Ziel des ganzen ist oftmals die Anzahl der Tabellen nicht zu erhöhen und trotzdem im Objektmodel die objektorientierte Struktur zu erhalten. Meist wird es bei Daten gemacht welche im Sinne von OO aufgeteilt werden in zwei Klassen, jedoch immer als Paar auftreten.
Bsp oben: Eine Person *muss* eine Adresse haben. Aus Sicht der OO sind es aber zwei verschiedene Entitäten.
Auf Datenbankseite macht es Sinn die Daten in eine Tabelle zu legen um die Performance zu erhöhen (ein JOIN fällt weg).

Wird oftmals verwendet um die Datenbank zu "schonen". Normalisierung ist zwar schön und gut, aber man muss hier bei sehr großen Datenmengen aufpassen das man es nicht übertreibt. 40 Joins mehr nur auf Kosten der Normalisierung ist unnötig, deshalb wird hier oft ein guter Mittelweg gewählt


@MappedSuperclass dient dazu um persistente Klassen mit Attributen anzureichern welche immer gebraucht werden, z.B. Ersetllungsdatum, technische Informationen, fachliche Schlüssel. Dafür wird eine Klasse mit diesen Attributen definiert und alle persistenten Klassen erben davon. Da die Superklasse aber nirgends alleine auftaucht und auch als Entity nicht bekannt sein soll wird der Ansatz als MappedSuperclass verwendet. Die anderen Vererbungsstrategien (Table per Class, Table per Hierarchy, Join Table) bringen hier nicht die gewünschte Lösung bzw sind durch die Umsetzung z.B. über Diskriminator, mehrere Tabellen deutlich langsamer und meist auch unsinnig.


* Edit *

- MappedSuperclass wird für Vererbung verwendet
- Embeddable/Embedded wird für 1:1-Referenzen verwendet

In deinem Beispiel:
- Stundent ist eine Person - somit MappedSuperclass

Embedded hilft dir nicht weiter denn es würde ja bedeuten das ein Stundent eine Person hat. Ist zwar sicher auch sinnvoll, z.B. Student hat einen Lehrer, aber ist fachlich etwas komplett anderes.
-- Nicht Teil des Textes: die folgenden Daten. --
def fingerprint(config: Config) -> str:
    """SHA-256 (hex) over the settings that shape counting state (:data:`FINGERPRINT_KEYS`).

    Two configurations with the same fingerprint can share a checkpoint; thresholds, sinks and
    the server do not take part.
    """
    text = json.dumps(fingerprint_settings(config), sort_keys=True, separators=(",", ":"))
    return hashlib.sha256(text.encode("utf-8")).hexdigest()


def describe(config: Config) -> str:
    """One line for the start-up log: source, window, derived error bound, thresholds, outputs."""
    inp, eng, rules = config.input, config.engine, config.rules
    source = " + ".join(f"file {inp.path}" if name == "file" else name for name in inp.source)
    if eng.window_seconds is not None and eng.pane_seconds is not None:
        window = (
            f"window {eng.window_seconds:g}s in {_window_panes(config)} panes "
            f"of {eng.pane_seconds:g}s"
        )
    else:
        window = (
            f"window {eng.window_size} transactions in {_window_panes(config)} panes "
            f"of {eng.pane_size}"
        )
    if eng.epsilon == 0:
        error = "exact counts"
    else:
        width = math.ceil(1 / eng.epsilon)
        error = f"epsilon {eng.epsilon:g} (bucket width {width})"
        if eng.window_seconds is None:
            # Manku & Motwani bound summed over panes: sum of ceil(n_j / w)
            bound = _window_panes(config) * math.ceil(eng.pane_size / width)
            error += f", max undercount {bound} per full window"
    sinks = [name for name in ("stdout", "log") if getattr(config.sinks, name)]
    if config.sinks.file:
        sinks.append(f"file {config.sinks.file}")
    if config.sinks.webhook.url:
        sinks.append("webhook")
    checkpoints = config.checkpoint.checkpoint_dir or "off"
    return (
        f"input {source} ({inp.format}); {window}; {error}; itemsets up to "
        f"{eng.max_itemset_size}; rules support>={rules.min_support:g} "
        f"confidence>={rules.min_confidence:g} lift>={rules.min_lift:g}; "
        f"sinks {', '.join(sinks) or 'none'}; server {config.server.listen or 'off'}; "
        f"checkpoints {checkpoints}"
    )


def check_config_main(path: str | Path) -> int:
    """``streamcount check-config FILE``: print ``OK: <summary>`` (0) or the error (2)."""
    try:
        cfg = load_config(path)
    except ConfigError as err:
        print(f"error: {path}: {err}", file=sys.stderr)
        return 2
    print(f"OK: {describe(cfg)}")
    token_env = cfg.server.token_env
    if token_env and not os.environ.get(token_env):
        print(
            f"warning: server.token_env = {token_env!r}: that environment variable is not set "
            "here; `streamcount run` will refuse to start without it",
            file=sys.stderr,
        )
    return 0
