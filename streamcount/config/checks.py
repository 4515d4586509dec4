"""The rules a configuration must keep: the one place where settings are validated.

* :data:`KEY_RULES`: per dotted key, the rules its value must keep (a predicate and the rule's
  text, written as advice); a predicate sees the value after the type check of
  :mod:`streamcount.config.load` (never ``None``: ``null`` is accepted or refused by the type
  annotation alone);
* :func:`cross_checks`: rules tying two keys together, each message naming both;
* :data:`RETIRED_KEYS`: keys that existed once, with what replaced them.

Components built from a :class:`~streamcount.config.settings.Config` (decoders, sources, sinks,
the server) do not check their settings again: a config reaches them through
:func:`streamcount.config.load.config_from_mapping`, which applies these rules. A name that a
registry defines (formats, sources, significance tests) is read from that registry.
"""

from __future__ import annotations

import codecs
import ipaddress
import re
import typing
from collections.abc import Callable
from typing import Any
from urllib.parse import urlsplit

from streamcount.config.settings import DEFAULT_LISTEN, DEFAULT_PORT, Config
from streamcount.errors import ConfigError

__all__ = [
    "KEY_RULES",
    "NORMALISE",
    "RETIRED_KEYS",
    "cross_checks",
    "parse_listen",
    "window_panes",
]

_LOG_LEVELS = ("DEBUG", "INFO", "WARNING", "ERROR", "CRITICAL")
_ENV_NAME = re.compile(r"[A-Za-z_][A-Za-z0-9_]*\Z")
#: per-rule gauges add three series each; keep the label cardinality of a scrape bounded
_MAX_TOP_RULES = 1000
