class BasketDecoder(LineDecoder):
    """One transaction per line, items separated by whitespace and/or commas.

    Parameters
    ----------
    max_basket_items:
        More distinct items than this rejects the line (``too_many_items``).
    max_record_bytes:
        Longer lines are rejected (``too_long``).
    encoding:
        Text encoding of the feed (ASCII-compatible).
    normalize:
        ``nfc`` (Unicode normal form C, so the same name typed with a precomposed letter or a
        combining accent is one item) or ``none`` (names as read).

    Examples
    --------
    >>> d = BasketDecoder(max_basket_items=10)
    >>> d.feed(b"tea, scone jam tea", 0, 19)
    [Transaction(items=('tea', 'scone', 'jam'), ts=None, id=None, offset=0, end_offset=19)]
    >>> d.feed(b"   ", 19, 23)
    []
    >>> out = d.decode(RecordBatch.from_lines(["tea jam", "", "scone , tea"]))
    >>> out.baskets, out.offsets
    ([['tea', 'jam'], ['scone', 'tea']], [0, 9])
    """

    __slots__ = ("ascii_bytes", "encoding", "max_basket_items", "max_record_bytes", "nfc")

    def __init__(
        self,
        max_basket_items: int = 200,
        max_record_bytes: int = 65536,
        encoding: str = "utf-8",
        normalize: str = "nfc",
    ) -> None:
        self.max_basket_items = max_basket_items
        self.max_record_bytes = max_record_bytes
        self.encoding = encoding
        self.nfc = normalize == "nfc"  # input.normalize, checked with the settings
        #: split ASCII batches on their bytes (the encoding reads ASCII as itself)
        self.ascii_bytes = codecs.lookup(encoding).name in _ASCII_CODECS

    def feed(self, record: bytes, offset: int | None, end_offset: int | None) -> list[Transaction]:
        text = decode_text(record, offset, self.encoding, self.max_record_bytes)
        check_control(text[:-1] if text.endswith("\r") else text, "line", offset, record)
        if not text.strip():
            return []  # a blank line is not a record
        if self.nfc and not text.isascii():
            text = unicodedata.normalize("NFC", text)
        items = dedupe(text.replace(",", " ").split())
        if not items:
            raise _empty_line(offset, record)
        if len(items) > self.max_basket_items:
            raise too_many_items_error(len(items), self.max_basket_items, offset, record, "line")
        return [Transaction(tuple(items), offset=offset, end_offset=end_offset)]

    def decode(self, batch: RecordBatch) -> Decoded:
        """The whole batch at once when nothing in it is wrong, else record by record."""
        lines = batch.lines
        if not lines:
            return Decoded(source=batch.source, offsets=[])
        if batch.too_long is None and max(map(len, lines)) <= self.max_record_bytes:
            joined = b"\n".join(lines)
            if self.ascii_bytes and joined.isascii():
                if _block_has_control(joined, joined.decode("ascii")):
                    return LineDecoder.decode(self, batch)
                return self._ascii(batch, joined)
            try:
                text = joined.decode(self.encoding)
            except UnicodeDecodeError:
                text = None
            if text is not None:
                first = batch.offsets is not None and batch.offset(0) == 0
                if first and text.startswith("\ufeff"):
                    text = text[1:]  # a byte-order mark at the start of a file is not data
                if _block_has_control(joined, text):
                    # one check over the block; a hit sends the batch record by record
                    return LineDecoder.decode(self, batch)
                if self.nfc and not text.isascii() and not unicodedata.is_normalized("NFC", text):
                    text = unicodedata.normalize("NFC", text)
                with _gc_paused():
                    parsed = [line.split() for line in text.replace(",", " ").split("\n")]
                    n_items = sum(map(len, parsed))
                    clean = (
                        len(parsed) == len(lines)
                        and n_items == sum(map(len, map(frozenset, parsed)))
                        and max(map(len, parsed)) <= self.max_basket_items
                    )
                if clean:
                    return self._clean(batch, parsed, text)
        return LineDecoder.decode(self, batch)

    def _clean(self, batch: RecordBatch, parsed: list[list[str]], text: str) -> Decoded:
        """Transactions of a batch in which every line decoded with no repeats; an empty
        split is a blank line (skipped) or a line of commas only (``empty``)."""
        offsets = batch.offsets
        if [] not in parsed:
            kept_all = None if offsets is None else offsets.tolist()
            return Decoded(parsed, None, kept_all, [], batch.source, list(batch.lines))
        keep = np.fromiter(map(bool, parsed), dtype=bool, count=len(parsed))
        errors = []
        text_lines = text.split("\n")
        for i in np.flatnonzero(~keep).tolist():
            if text_lines[i].strip():  # not a blank line: separators only
                errors.append(_empty_line(batch.offset(i), batch.lines[i]))
        baskets = [p for p in parsed if p]
        kept = None if offsets is None else offsets[keep].tolist()
        raws: list[bytes | None] = [line for line, k in zip(batch.lines, keep, strict=True) if k]
        return Decoded(baskets, None, kept, errors, batch.source, raws)

    def _ascii(self, batch: RecordBatch, joined: bytes) -> Decoded:
        """A batch of ASCII lines free of control characters (``joined`` by newlines) as
        :class:`~streamcount.intake.records.Tokens`, with numpy on its bytes; lines of
        separators only and lines of too many distinct items are set aside as the record
        path sets them aside."""
        n_lines = len(batch.lines)
        buf = np.frombuffer(joined, dtype=np.uint8)
        size = buf.shape[0]
        sep = np.ones(size + 2, dtype=bool)
        np.less_equal(buf, _SPACE, out=sep[1:-1])
        sep[1:-1] |= buf == _COMMA
        starts = np.flatnonzero(sep[:-2] & ~sep[1:-1])  # a separator (or the start), then not
        ends = np.flatnonzero(~sep[1:-1] & sep[2:]) + 1
        newlines = np.flatnonzero(buf == _NEWLINE)
        # tokens before each line's end: a line's tokens are consecutive
        bounds = np.empty(n_lines + 1, dtype=np.int64)
        bounds[0] = 0
        bounds[1:-1] = np.searchsorted(starts, newlines)
        bounds[-1] = starts.shape[0]
        names, codes, counts = code_tokens(joined, buf, ~sep[1:-1], starts, ends, bounds)
        tokens = Tokens(names, codes, counts.astype(np.int64, copy=False))
        offsets = batch.offsets
        over = counts > self.max_basket_items
        keep = (counts > 0) & ~over
        if keep.all():
            kept = None if offsets is None else offsets.tolist()
            raws: list[bytes | None] = list(batch.lines)
            return Decoded(None, None, kept, [], batch.source, raws, tokens=tokens)
        # lines set aside (separators only, too many items), in line order, as the record
        # path words them; the rest stay tokens
        commas = np.bincount(
            np.searchsorted(newlines, np.flatnonzero(buf == _COMMA)), minlength=n_lines
        )
        errors: list[ParseError] = []
        for i in np.flatnonzero(~keep & ((commas > 0) | over)).tolist():
            if over[i]:
                errors.append(
                    too_many_items_error(
                        int(counts[i]),
                        self.max_basket_items,
                        batch.offset(i),
                        batch.lines[i],
                        "line",
                    )
                )
            else:
                errors.append(_empty_line(batch.offset(i), batch.lines[i]))
        kept = None if offsets is None else offsets[keep].tolist()
        raws = [batch.lines[i] for i in np.flatnonzero(keep).tolist()]
        return Decoded(None, None, kept, errors, batch.source, raws, tokens=tokens.select(keep))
Stundent ist eine Person != Stundent hat eine Person

Stundent ist eine Person = Vererbung, MappedSuperclass, Table per Class, Table per Concret Class, Table per Hierarchie
Stundent hat eine Person = One To One, Embedded


----------



## ayibogan (16. Dez 2010)

Danke für die Antwort, werd mir das ma genauer durch den Kopf gehen lassen.


----------